Anna Anna WeberRechtsanwälte
6 Min. Lesezeit 22. August 2026

Der Signal Iduna Park ist heute, am 22. August 2026, Schauplatz des ersten großen Saisontests: Borussia Dortmund empfängt FC Bayern München zum Franz Beckenbauer Supercup 2026. 81.365 Plätze, alle vergeben – seit Wochen sind sämtliche Tickets ausverkauft. Für zehntausende österreichische BVB- und Bayern-Fans, die partout beim Klassiker dabei sein wollten, blieb oft nur eine Option: der Sekundärmarkt. Doch dort lauern rechtliche Fallstricke, die eine Anreise von mehreren hundert Kilometern zur teuren Enttäuschung machen können.

Der Hype um den Supercup treibt Ticketpreise ins Extreme

Die Nachfrage nach Franz-Beckenbauer-Supercup-Tickets war laut DFL außergewöhnlich groß. Der offizielle BVB-Vorverkauf für Vereinsmitglieder startete am 10. Juli, der allgemeine Vorverkauf am 14. Juli 2026 – beide Phasen waren binnen weniger Stunden erschöpft. Wer beim offiziellen BVB-Zweitmarkt leer ausging, landete auf externen Plattformen, wo Stehplatztickets (regulärer Preis: 20–35 Euro) für 150 bis 300 Euro gehandelt wurden. Sitzplatzkarten in guten Sektoren kosteten auf Wiederverkaufsplattformen mitunter über 500 Euro – das Zehn- bis Fünfzehnfache des Originalpreises.

Das Phänomen ist nicht neu, aber der Druck auf Fans steigt stetig.

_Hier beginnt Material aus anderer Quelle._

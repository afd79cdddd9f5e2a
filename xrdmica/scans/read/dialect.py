"""How a text table separates its cells and writes its decimals."""

from __future__ import annotations

import csv
import re
from collections import Counter
from dataclasses import dataclass

__all__ = ["COMMENT_MARKS", "Dialect", "is_comment", "split_names", "table_dialect"]

COMMENT_MARKS = ("#", "!", ";", "'", "*", "//", "%")
_FLAGS = re.IGNORECASE | re.ASCII
_POINT = re.compile(r"[+-]?(?:\d+\.?\d*|\.\d+)(?:e[+-]?\d{1,4})?|[+-]?(?:nan|inf|infinity)", _FLAGS)
_COMMA = re.compile(r"[+-]?\d+(?:,\d+)?(?:e[+-]?\d{1,4})?|[+-]?(?:nan|inf|infinity)", _FLAGS)
_NUMBER = r"[+-]?(?:\d+\.\d*|\.\d+|\d+)(?:[eE][+-]?\d{1,4})?"
_PLAIN = {
    (mark, decimal, count): re.compile(
        (rf"[ \t]*{mark}[ \t]*" if mark else r"[ \t]+").join([_NUMBER.replace(r"\.", decimal)] * count), re.ASCII
    )
    for mark, decimal in ((None, r"\."), ("\t", r"\."), (";", r"\."), (",", r"\."), ("\t", ","), (";", ","))
    for count in (2, 3)
}
_SAMPLE = 160  # lines looked at to tell the dialect


@dataclass(frozen=True)
class Dialect:
    """One way of writing a table; `separator` is None for any blanks."""

    separator: str | None
    decimal: str

    def cells(self, line: str) -> list[str]:
        """The cells of a line, without quotes, surrounding blanks and empty cells at the end."""
        if self.separator is None:
            return line.replace('"', " ").split()
        if '"' in line:
            try:
                cells = next(csv.reader([line], delimiter=self.separator, skipinitialspace=True), [])
            except csv.Error:
                cells = line.replace('"', "").split(self.separator)
        else:
            cells = line.split(self.separator)
        cells = [cell.strip() for cell in cells]
        while cells and not cells[-1]:
            cells.pop()
        return cells

    def number(self, cell: str) -> float | None:
        """The cell as a number, None for text."""
        if self.decimal == ".":
            return float(cell) if _POINT.fullmatch(cell) else None
        return float(cell.replace(",", ".")) if _COMMA.fullmatch(cell) else None

    def numbers(self, line: str) -> list[float | None]:
        """All cells of a line as numbers."""
        return [self.number(cell) for cell in self.cells(line)]


# in the order of preference when several read a table equally well
_DIALECTS = (
    Dialect("\t", "."), Dialect(None, "."), Dialect(";", "."), Dialect(",", "."),
    Dialect(";", ","), Dialect("\t", ","), Dialect(None, ","), Dialect(",", ","),
)  # fmt: skip


def is_comment(line: str) -> bool:
    """Whether a line is marked as a comment."""
    return line.lstrip().startswith(COMMENT_MARKS)


def table_dialect(lines: list[str]) -> tuple[Dialect, tuple[bool, ...]] | None:
    """Find the dialect in which most lines read as equal rows with at least two numbers.

    Parameters
    ----------
    lines : list of str
        All lines of the file.

    Returns
    -------
    tuple of Dialect and tuple of bool, or None
        The dialect and which cells of its rows are numbers; None when no line holds two numbers.
    """
    stride = max(1, len(lines) // _SAMPLE)
    sample = [line for line in lines[::stride] if line.strip() and not is_comment(line)]
    if len(sample) < _SAMPLE // 4:
        sample = [line for line in lines if line.strip() and not is_comment(line)]
    clean = _clean_dialect(sample)
    if clean is not None:
        return clean
    best: tuple[tuple[int, int], Dialect, tuple[bool, ...]] | None = None
    for dialect in _DIALECTS:
        separator = dialect.separator
        if separator and not any(separator in line for line in sample):
            continue
        masks = Counter(tuple(number is not None for number in dialect.numbers(line)) for line in sample)
        for mask, count in masks.items():
            if sum(mask) < 2:
                continue
            score = (count, sum(mask) - len(mask))
            if best is None or score > best[0]:
                best = (score, dialect, mask)
    return None if best is None else (best[1], best[2])


def _clean_dialect(sample: list[str]) -> tuple[Dialect, tuple[bool, ...]] | None:
    """The answer at once for plain tables, in which nearly every line is two or three numbers in one obvious dialect."""
    middle = sample[len(sample) // 2] if sample else ""
    if '"' in middle:
        return None
    separator = next((mark for mark in ("\t", ";", ",") if mark in middle.strip()), None)
    dialect = Dialect(separator, "," if separator in ("\t", ";") and "," in middle else ".")
    shape = tuple(number is not None for number in dialect.numbers(middle))
    if len(shape) not in (2, 3) or not all(shape):
        return None
    pattern = _PLAIN[separator, "," if dialect.decimal == "," else r"\.", len(shape)]
    good = sum(pattern.fullmatch(line.strip()) is not None for line in sample)
    return (dialect, shape) if good > 0.9 * len(sample) else None


def split_names(line: str, count: int) -> list[str] | None:
    """Split a line of column names into `count` cells, with whichever separator gives that number.

    A header often separates its names in another way than the table its numbers, and writes blanks inside names
    and units: ``# 2 Theta (deg)   Intensity (counts)``.
    """
    bare = line.strip().lstrip("#!;'*/% \t")
    for separator in ("\t", ";", ","):
        cells = Dialect(separator, ".").cells(bare)
        if len(cells) == count:
            return cells
    glued = re.sub(r"\s*([\(\[])\s*([^\)\]]*?)\s*([\)\]])", lambda m: m[1] + m[2].replace(" ", "") + m[3], bare)
    glued = re.sub(r"(?i)\b(2|two)[\s\-]+(theta|th|θ)", r"2\2", glued)
    cells = glued.replace('"', " ").replace(",", " ").replace(";", " ").split()
    return cells if len(cells) == count else None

Wer keine Clubmitgliedschaft besitzt, keine Dauerkarte hat und beim General Sale leer ausging, ist auf inoffizielle Anbieter angewiesen. Und genau hier beginnen die rechtlichen Risiken – besonders für Fans aus Österreich, die für das Spiel eigens nach Dortmund reisen.

Was Rechtsanwälte zum Ticket-Zweitmarkt sagen

Grundsätzlich gilt in Österreich und Deutschland: Der private Weiterverkauf von Eintrittskarten ist nicht generell verboten. Wer sein Ticket nicht nutzen kann, darf es weitergeben. Die Tücke steckt im Kleingedruckten der Allgemeinen Geschäftsbedingungen (AGB) der Vereine.

Borussia Dortmunds Ticket-AGB – wie die der meisten Bundesligaklubs – enthalten eine Namensgebundenheitsklausel und ein Verbot des gewerbsmäßigen Weiterverkaufs. Das bedeutet: Wer Tickets zu stark überhöhten Marktpreisen weiterverkauft oder dies regelmäßig tut, riskiert, dass sein Ticket an der Einlasskasse gesperrt wird. Der BVB kann personalisierte Tickets jederzeit deaktivieren, wenn er einen Verstoß gegen die AGB feststellt – oft erst kurz vor dem Anpfiff, wenn der Käufer bereits auf dem Weg zur Arena ist.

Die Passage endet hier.